# Coleus not fairing well?



## BoaGal (Jun 16, 2012)

This is the cage I just finished Saturday. Everything seems to be doing good except for the coleus. I've got 3 different plants and they're all dying. This is the lighting I have:
http://www.drsfostersmith.com/images/Categoryimages/larger/lg_rd_261254_12877.jpg

I didn't realize until after I got it that it's only 5000k. I didn't think to look since it specifically said it's for plants. I'm planning to get some different lighting. Just going to go with 6500k daylight fluorescent, this is the only planted vivarium I plan on having. Should one bulb do the trick, or will I need two? 24x18x24 Exo Terra.

Do you think the coleus are dying because they aren't getting enough light? Or do you think bare rooting was too hard on them? Should I buy some new coleus when I change the lighting or just switch them out for something else?


























These are the plants I had left over. Just threw them in a pot in the house. This coleus seems to be doing fine, but I did not bare root it either.


----------



## kate801 (Jul 7, 2011)

Hmmm, I've only ever used Coleus in my yard, but out there it's a shade loving plant and also gets pretty big.


----------



## klaus07 (Feb 7, 2012)

I have never tried Coleus in a terrarium. It just may not like the high humitidy. Or light is fine for growing plants. In fact many people use 3000 k bulbs to bring plants into flower. I would try one of the moisture loving begonias that stay small. 

Klaus


----------



## Zach Valois (Jun 7, 2012)

Hmm.. interesting. We have lots of these in our greenhouse, but I have never thought of trying them in a terrarium or viv. Typically we see the edges degrade as seen in your photos when Coleus has been repeatably allowed to become too dry. I might initially suspect that the bare root planting, compiled with varying moisture levels (changing degrees of too much and or too little moisture) is causing this. Especially with such a young fragile specimen.
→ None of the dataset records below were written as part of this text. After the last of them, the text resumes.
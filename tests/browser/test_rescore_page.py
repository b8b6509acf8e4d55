"""The re-score page in Chromium: a lead re-scores the versions on a new revision from
the form, the table lists what was re-scored with the dropped detections, and the page
fits at 1280 and 390 px (screenshots rescore-*)."""

import copy
import json

from evaluation import services as evaluation_services
from releases import services
from tests.platform.conftest import detections_for, upload

from .conftest import BROWSER_MARKS, shot
from .test_layout import MEASURE, WIDTHS

pytestmark = BROWSER_MARKS


def test_a_lead_re_scores_from_the_page(
    page, live_server, users, detector, split, split_truth, run_tasks
):
    for label, seed in (("1.4", 6), ("1.5", 7)):
        version = services.create_version(detector, label, users["engineer"])
        run_tasks(
            services.submit_predictions,
            version,
            split,
            upload(f"p{label}.json", detections_for(split_truth, seed=seed)),
            users["engineer"],
        )
    truth = copy.deepcopy(split_truth)
    removed = truth["images"][0]["id"]
    truth["images"] = truth["images"][1:]
    truth["annotations"] = [a for a in truth["annotations"] if a["image_id"] != removed]
    evaluation_services.load_split(
        name="bay-night", revision=2, truth=upload("bay-night-2.json", json.dumps(truth))
    )
    url = f"{live_server.url}/detectors/{detector.pk}/rescore/"
    page.goto(url)
    assert "1.4, 1.5" in page.inner_text("#rescore-choices")
    shot(page, "rescore-before-1280")
    page.click("#rescore-form button[type=submit]")  # tasks run in the server's thread
    page.wait_for_load_state()
    assert "Re-scored on bay-night rev 2: 1.4, 1.5." in page.inner_text("main")
    page.goto(url)
    assert page.locator("#rescore-nothing").is_visible()  # nothing left behind
    text = page.inner_text("#rescored")
    assert text.count("detections dropped") == 4, text  # two versions x coco, voc
    found = {}
    for width, height in WIDTHS.items():
        page.set_viewport_size({"width": width, "height": height})
        page.goto(url)
        problems = page.evaluate(MEASURE)
        if problems:
            found[width] = problems
        shot(page, f"rescore-{width}")
    assert not found, json.dumps(found, indent=1)
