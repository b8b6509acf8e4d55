"""Re-scoring stored predictions on a new split revision (issue 15, item 3): one service
(``releases.rescore``) behind the page, the API and ``manage.py rescore``; leads only;
idempotent; the original upload's time and uploader kept; detections of removed images
dropped and counted; the gate judges candidates again (a re-scored baseline too) while
decisions stay as recorded.

Outside references: pycocotools 2.0.11 scores the stored file without the removed
image's detections to the same AP (its ``loadRes`` refuses the whole file, so the
platform's normal uploads keep refusing it too).
"""

import copy
import json

import pytest
from django.core.exceptions import PermissionDenied
from django.core.management import CommandError, call_command
from django.urls import reverse
from rest_framework.test import APIClient

from evaluation import engine
from evaluation import services as evaluation_services
from evaluation.models import Evaluation
from releases import audit_check, criteria, judging, rescore, services, suites, verdicts
from releases.audit import verify_audit
from releases.models import AuditEvent, Judgement, PredictionSet, SignOff

from ..engine.conftest import pycocotools_eval
from .conftest import detections_for, set_suite_policy, upload

pytestmark = pytest.mark.django_db


def _revision(truth, drop_image, seed_shift=1.0):
    """The split relabelled: one image removed (with its boxes), one box moved."""
    new = copy.deepcopy(truth)
    new["images"] = [i for i in new["images"] if i["id"] != drop_image]
    new["annotations"] = [a for a in new["annotations"] if a["image_id"] != drop_image]
    new["annotations"][0]["bbox"][0] += seed_shift
    return new


@pytest.fixture
def removed(split_truth):
    return split_truth["images"][0]["id"]


@pytest.fixture
def rev2_truth(split_truth, removed):
    return _revision(split_truth, removed)


def _load(truth, revision):
    return evaluation_services.load_split(
        name="bay-night", revision=revision, truth=upload(f"bay-night-{revision}.json", truth)
    )


@pytest.fixture
def uploaded(users, detector, split, split_truth, run_tasks):
    """Two versions with predictions scored on rev 1 (different seeds)."""
    out = []
    for label, seed in (("1.4", 6), ("1.5", 7)):
        version = services.create_version(detector, label, users["engineer"])
        run_tasks(
            services.submit_predictions,
            version,
            split,
            upload(f"p{label}.json", detections_for(split_truth, seed=seed)),
            users["engineer"],
        )
        out.append(version)
    return out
I would expect some degree of spindly growth from that light, but if this were the immediate case, then the plant would be generally healthy looking, but in obvious stretch for light. If your zamiifolia is ok, then I would assume that your substrate is not too moist. However, the tank has not been setup long as you said, and Z. zamiifolia takes some time to show poor conditions. 

So in conclusion, my opinion would be to place a new coleus in the same spot. Keep the root mass in tact, tamp the soil firmly, and keep evenly moist but well drained.

Don't give up and let us know how the replacement fairs!


----------



## Jason DeSantis (Feb 2, 2006)

Colues are good garden growers here in Florida. They seem to like it warm and humid with all the rain we get. Only problem is they will outgrow your viv in about a month. They are fast growers and will spread out some. I would consider using some pileas or small fittonias in those spots instead. Also your "zz plant" will outgrow your viv as well.
Jason


----------



## Duff (Aug 4, 2011)

FWIW - I also have several colues outside in pots in the bright shade (we're dry over here in Dallas and in the high 90's) they love to be moist all the time when it's /hot and will get some leaf drying out (like your picture) so I think it might be due to lack of water. I pinch mine back regularly and they stay about 12 inches tall and as wide. If you do pull it out, cut it back to just above the last set of leaves and re-pot - it should bounce right back.


----------



## bsr8129 (Sep 23, 2010)

I have some of those in my plant grow out viv and they are doing pretty well, but they get tall and lengthy. I have some growing outside and they stayed small and just grew outward. When i planted them in the viv, just put them in the soil and let them do thier thing, i have a 32w(i think) 6500kcfl bulb over them


----------



## BoaGal (Jun 16, 2012)

Thanks for the help. I was reading about coleus last night and found out you can root them pretty easy from clippings. So, I took a clipping off of my healthy plant and put it in water inside the vivarium. It's already starting to turn brown and wilt. Is it the light then?


----------



## Duff (Aug 4, 2011)

I would add soil to the the container you have it in (in the picture) keep the soil moist until it adjusts. Give it a several days to a week , that might be a better indicator. And maybe move it to the more shaded area for now?


----------



## Jason DeSantis (Feb 2, 2006)

BoaGal said:


> Thanks for the help. I was reading about coleus last night and found out you can root them pretty easy from clippings. So, I took a clipping off of my healthy plant and put it in water inside the vivarium. It's already starting to turn brown and wilt. Is it the light then?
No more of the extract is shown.